» Task objective
Look through the entries below and extract exactly the lines from the one containing "from jointmap.ingest.survey import Odometry" through the one containing "covariance : (K, dof, dof)", ends included.

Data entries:
━━━━━━━━━━━━━━━━━━━━━━━━━━━━━━
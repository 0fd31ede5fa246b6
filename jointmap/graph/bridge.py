"""Full-rate trajectory between solved keyframes: the odometry, bent to meet them.

Notes
-----
Between keyframes i and j the odometry is a random walk with independent increments. With ``D`` the
motion since i by odometry, ``M`` its accumulated covariance in the tangent of i (a sum over rows),
``D_j`` and ``M_j`` the same at j, and the correction ``r = log((T_i^-1 T_j) D_j^-1)`` in the tangent
of i, the walk that is known to end at ``T_j`` has at any instant between the mean

    T = T_i exp(M M_j^-1 r) D,

and, in the tangent of i, the covariance ``M - M M_j^-1 M``: the conditional of a Gaussian, as in a
Brownian bridge with M in the place of time. The errors of the two keyframes are carried along: with
J the left Jacobian at ``M M_j^-1 r``, J_r the one at r, B the adjoint of ``T_i^-1 T_j``, V its
inverse,

    d = d_i + J M M_j^-1 J_r^-1 B (d_j - V d_i).

Both parts are of first order in errors; the mean is exact at the keyframes. Before the first, after
the last keyframe and on the far sides of a cut the odometry is extrapolated, its covariance growing
away from the keyframe.
"""

from __future__ import annotations

from collections.abc import Sequence
from dataclasses import dataclass

import numpy as np
from numpy.typing import ArrayLike, NDArray

from jointmap import frames
from jointmap.graph.intervals import PLANAR, Cumulative, Gaps, cumulative, find_gaps, from_seven
from jointmap.graph.odometry import moment_covariance, walk_increments
from jointmap.graph.rownoise import RowNoise, stated_noise
from jointmap.ingest.survey import Odometry

Floats = NDArray[np.float64]
Ints = NDArray[np.int64]

#: Standard deviations per square root of a second that every walk has: they decide how a correction
#: is spread where the noise model has none (a robot at rest), and are too small to matter elsewhere.
FLOOR_TRANSLATION, FLOOR_ROTATION = 1e-6, 1e-7
#: Seconds outside odometry and keyframes that are still answered: stamps may precede the motion
#: that their rows describe.
MARGIN_S = 60.0
#: Stamps handled at once, so that temporary matrices stay small.
_CHUNK = 65_536


@dataclass(frozen=True)
class SolvedKeyframes:
    """Keyframes of one robot with their joint uncertainty.

    Parameters
    ----------
    t_s : (K,) seconds, increasing
    poses : (K, *pose shape)
    covariance : (K, dof, dof)
        Body tangent.
    cross : (K-1, dof, dof)
        Cross-covariance of each keyframe (rows) with the next (columns), body tangents.
    """

    t_s: Floats
    poses: Floats
    covariance: Floats
    cross: Floats


@dataclass(frozen=True)
class Bridged:
    """Poses (Q, *shape) at stamps ``t_s`` (Q,), covariance (Q, dof, dof) of the body tangent."""

    t_s: Floats
    poses: Floats
    covariance: Floats


@dataclass(frozen=True)
class _Spans:
    """Stretches of time with one rule each, between ``bounds`` (S+1,).

    With D and M from the start of the stretch, the pose is ``base exp(M lean) D`` and, in the
    tangent of the base, ``cov = root + J (sign M + M bend M) J^T + J M tie + (J M tie)^T``.
    ``stated`` marks stretches whose rows state their own noise.
    """

    bounds: Floats
    base: Floats
    root: Floats
    sign: Floats
    lean: Floats
    bend: Floats
    tie: Floats
    stated: NDArray[np.bool_]


@dataclass(frozen=True)
class Bridge:
    """A robot's solved keyframes and odometry, ready to be asked at any stamp."""

    made: Cumulative
    gaps: Gaps
    noise: RowNoise
    per_piece: Floats
    spans: _Spans

    def at(self, t_query: ArrayLike) -> Bridged:
        """Poses and covariances at stamps (Q,) in any order.

        NaN further than MARGIN_S outside both odometry and keyframes.
        """
        t = np.asarray(t_query, dtype=np.float64)
        bounds = self.spans.bounds
        group = frames.group(self.made.dimension)
        order = np.argsort(t, kind="stable")
        poses = np.full((len(t), *group.shape), np.nan)
        covariance = np.full((len(t), group.dof, group.dof), np.nan)
        span = np.searchsorted(bounds, t, side="right") - 1
        order = order[(t[order] >= bounds[0]) & (t[order] < bounds[-1])]
        for lo in range(0, len(order), _CHUNK):
            rows = order[lo : lo + _CHUNK]
            poses[rows], covariance[rows] = self._chunk(t[rows], span[rows])
        return Bridged(t, poses, covariance)

    def _chunk(self, t: Floats, span: Ints) -> tuple[Floats, Floats]:
        """Poses and covariances at increasing stamps within ``span``."""
        group, s = frames.group(self.made.dimension), self.spans
        bounds = s.bounds[span[0] : span[-1] + 1]
        stamps = np.concatenate([bounds, t])
        order = np.argsort(stamps, kind="stable")
        restart = order < len(bounds)
        walked, m = _accumulate(self, stamps[order], restart)
        asked = ~restart
        d, m = walked[asked], m[asked]
        own = s.stated[span][:, None, None]
        m = np.where(own, m[:, 1], m[:, 0])
        bent = np.einsum("nij,nj->ni", m, s.lean[span])
        pose = group.compose(group.compose(s.base[span], group.exp(bent)), d)
        left = group.right_jacobian(-bent)
        spread = s.sign[span][:, None, None] * m + m @ s.bend[span] @ m
        tied = left @ m @ s.tie[span]
        total = s.root[span] + left @ spread @ _t(left) + tied + _t(tied)
        back = group.adjoint(group.between(pose, s.base[span]))
        total = back @ total @ _t(back)
        return pose, 0.5 * (total + _t(total))


def _t(matrix: Floats) -> Floats:
    return np.swapaxes(matrix, -1, -2)


def _accumulate(
    bridge: Bridge, stamps: Floats, restart: NDArray[np.bool_]
) -> tuple[Floats, Floats]:
    """Motion (Q, *shape) since the last restart, covariance (Q, 2, dof, dof) by model and rows."""
    dimension = bridge.made.dimension
    pose, moments, stated, _, _ = walk_increments(
        bridge.made, stamps, restart, bridge.gaps, bridge.per_piece, bridge.noise
    )
    m = moment_covariance(moments, dimension)
    if bridge.noise.kind:
        m[:, 1] += stated if dimension == 3 else stated[:, PLANAR, :][..., PLANAR]
    return from_seven(pose, dimension), m


def _channels(theta: Floats) -> Floats:
    """Noise per unit of path, turn, time and gap: the model in force, and what rows do not state."""
    out = np.zeros((2, 2, 5))
    out[:, 0, 2], out[:, 1, 2] = FLOOR_TRANSLATION**2, FLOOR_ROTATION**2
    out[:, 0, 3] = out[:, 1, 4] = 1.0
    square = np.asarray(theta, dtype=np.float64) ** 2
    out[0, 0, 0] += square[0]
    out[0, 1, 0] += square[1]
    out[0, 1, 1] += square[2]
    out[0, 0, 2] += square[3]
    out[0, 1, 2] += square[4]
    return out


def prepare_bridge(
    odometry: Odometry,
    t_rows: Floats,
    keyframes: SolvedKeyframes,
    theta: Floats,
    dimension: int,
    translation_scale: float = 1.0,
    rotation_scale: float = 1.0,
    max_gap_s: float | None = None,
    cuts: Sequence[float] = (),
) -> Bridge:
    """Prepare the trajectory of one robot between and around its solved keyframes.

    Parameters
    ----------
    odometry, t_rows, dimension, translation_scale, rotation_scale, max_gap_s
        As in :func:`jointmap.graph.odometry.increments`, with the values that the solution used.
    keyframes : SolvedKeyframes
    theta : (5,)
        Odometry noise in force, in the order of ODOMETRY_TERMS. Pairs of keyframes between which
        every row states its own noise use that instead, as the graph does.
    cuts : sequence of float
        Survey times across which no motion is known.

    Raises
    ------
    SurveyError
        As :func:`jointmap.graph.intervals.cumulative`.
    """
    made = cumulative(odometry, t_rows, dimension, translation_scale, rotation_scale)
    noise = stated_noise(odometry, made.edges, dimension)
    bounds, left, right = _stretches(made, keyframes.t_s, cuts)
    n, dof = len(left), frames.group(dimension).dof
    spans = _Spans(
        bounds=bounds,
        base=np.empty((n, *frames.group(dimension).shape)),
        root=np.empty((n, dof, dof)),
        sign=np.where(left < 0, -1.0, 1.0),
        lean=np.zeros((n, dof)),
        bend=np.zeros((n, dof, dof)),
        tie=np.zeros((n, dof, dof)),
        stated=np.zeros(n, dtype=bool),
    )
    bridge = Bridge(made, find_gaps(made, max_gap_s), noise, _channels(theta), spans)
    motion, m = _accumulate(bridge, bounds, np.ones(n + 1, dtype=bool))
    m = m[1:]
    if noise.kind:
        spans.stated[:] = np.isfinite(m[:, 1]).all(axis=(1, 2))
    m = np.where(spans.stated[:, None, None], m[:, 1], m[:, 0])
    _fill(spans, keyframes, left, right, motion[1:], m, dimension)
    return bridge


def _stretches(made: Cumulative, t_key: Floats, cuts: Sequence[float]) -> tuple[Floats, Ints, Ints]:
    """Bounds (S+1,) and the keyframes (S,) that hold each stretch at its left and right, or -1."""
    k = len(t_key)
    head = min(made.edges[0], t_key[0]) - MARGIN_S
    tail = max(made.edges[-1], t_key[-1]) + MARGIN_S
    bounds = np.concatenate([[head], t_key, [tail]])
    left, right = np.arange(-1, k), np.arange(0, k + 1)
    right[-1] = -1
    inside = np.unique([c for c in cuts if t_key[0] < c <= t_key[-1]])
    place = np.searchsorted(t_key, inside, side="left")
    # several cuts between two keyframes: what lies between them is held by the left one
    _, first = np.unique(place, return_index=True)
    inside, place = inside[first], place[first]
    bounds = np.insert(bounds, place + 1, inside)
    left = np.insert(left, place + 1, -1)
    right = np.insert(right, place, -1)
    return bounds, left, right


def _fill(
    spans: _Spans,
    keyframes: SolvedKeyframes,
    left: Ints,
    right: Ints,
    motion: Floats,
    m: Floats,
    dimension: int,
) -> None:
    """Set the rule of each stretch from its total ``motion`` and covariance ``m``."""
    group = frames.group(dimension)
    ahead = left >= 0
    spans.base[ahead] = keyframes.poses[left[ahead]]
    spans.root[ahead] = keyframes.covariance[left[ahead]]
    spans.base[~ahead] = group.compose(
        keyframes.poses[right[~ahead]], group.inverse(motion[~ahead])
    )
    out = group.adjoint(motion[~ahead])
    spans.root[~ahead] = out @ keyframes.covariance[right[~ahead]] @ _t(out) + m[~ahead]
    both = np.flatnonzero(ahead & (right >= 0))
    if len(both) == 0:
        return
    i, j = left[both], right[both]
    cross = keyframes.cross[i]
    between = group.between(keyframes.poses[i], keyframes.poses[j])
    lean = group.log(group.compose(between, group.inverse(motion[both])))
    stiff = _inverse(m[both])
    spans.lean[both] = np.einsum("nij,nj->ni", stiff, lean)
    # d(lean) = turned (d_j - back d_i)
    turned = group.right_jacobian_inverse(-lean) @ group.adjoint(between)
    back = group.adjoint(group.inverse(between))
    back_i = back @ keyframes.covariance[i]
    differ = keyframes.covariance[j] - back @ cross - _t(back @ cross) + back_i @ _t(back)
    gain = stiff @ turned
    spans.bend[both] = gain @ differ @ _t(gain) - stiff
    spans.tie[both] = gain @ (_t(cross) - back_i)


def _inverse(m: Floats) -> Floats:
    """Inverse of positive definite matrices, whatever their units."""
    scale = 1.0 / np.sqrt(np.einsum("nii->ni", m))
    inner = np.linalg.inv(m * scale[:, :, None] * scale[:, None, :])
    return np.asarray(inner * scale[:, :, None] * scale[:, None, :], dtype=np.float64)


def bridge(
    odometry: Odometry,
    t_rows: Floats,
    keyframes: SolvedKeyframes,
    theta: Floats,
    dimension: int,
    translation_scale: float = 1.0,
    rotation_scale: float = 1.0,
    max_gap_s: float | None = None,
    cuts: Sequence[float] = (),
) -> Bridged:
    """Pose and covariance at every odometry row; parameters as in :func:`prepare_bridge`."""
    ready = prepare_bridge(
        odometry,
        t_rows,
        keyframes,
        theta,
        dimension,
        translation_scale,
        rotation_scale,
        max_gap_s,
        cuts,
    )
    return ready.at(t_rows)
━━━━━━━━━━━━━━━━━━━━━━━━━━━━━━
» Task result
from jointmap.ingest.survey import Odometry

Floats = NDArray[np.float64]
Ints = NDArray[np.int64]

#: Standard deviations per square root of a second that every walk has: they decide how a correction
#: is spread where the noise model has none (a robot at rest), and are too small to matter elsewhere.
FLOOR_TRANSLATION, FLOOR_ROTATION = 1e-6, 1e-7
#: Seconds outside odometry and keyframes that are still answered: stamps may precede the motion
#: that their rows describe.
MARGIN_S = 60.0
#: Stamps handled at once, so that temporary matrices stay small.
_CHUNK = 65_536


@dataclass(frozen=True)
class SolvedKeyframes:
    """Keyframes of one robot with their joint uncertainty.

    Parameters
    ----------
    t_s : (K,) seconds, increasing
    poses : (K, *pose shape)
    covariance : (K, dof, dof)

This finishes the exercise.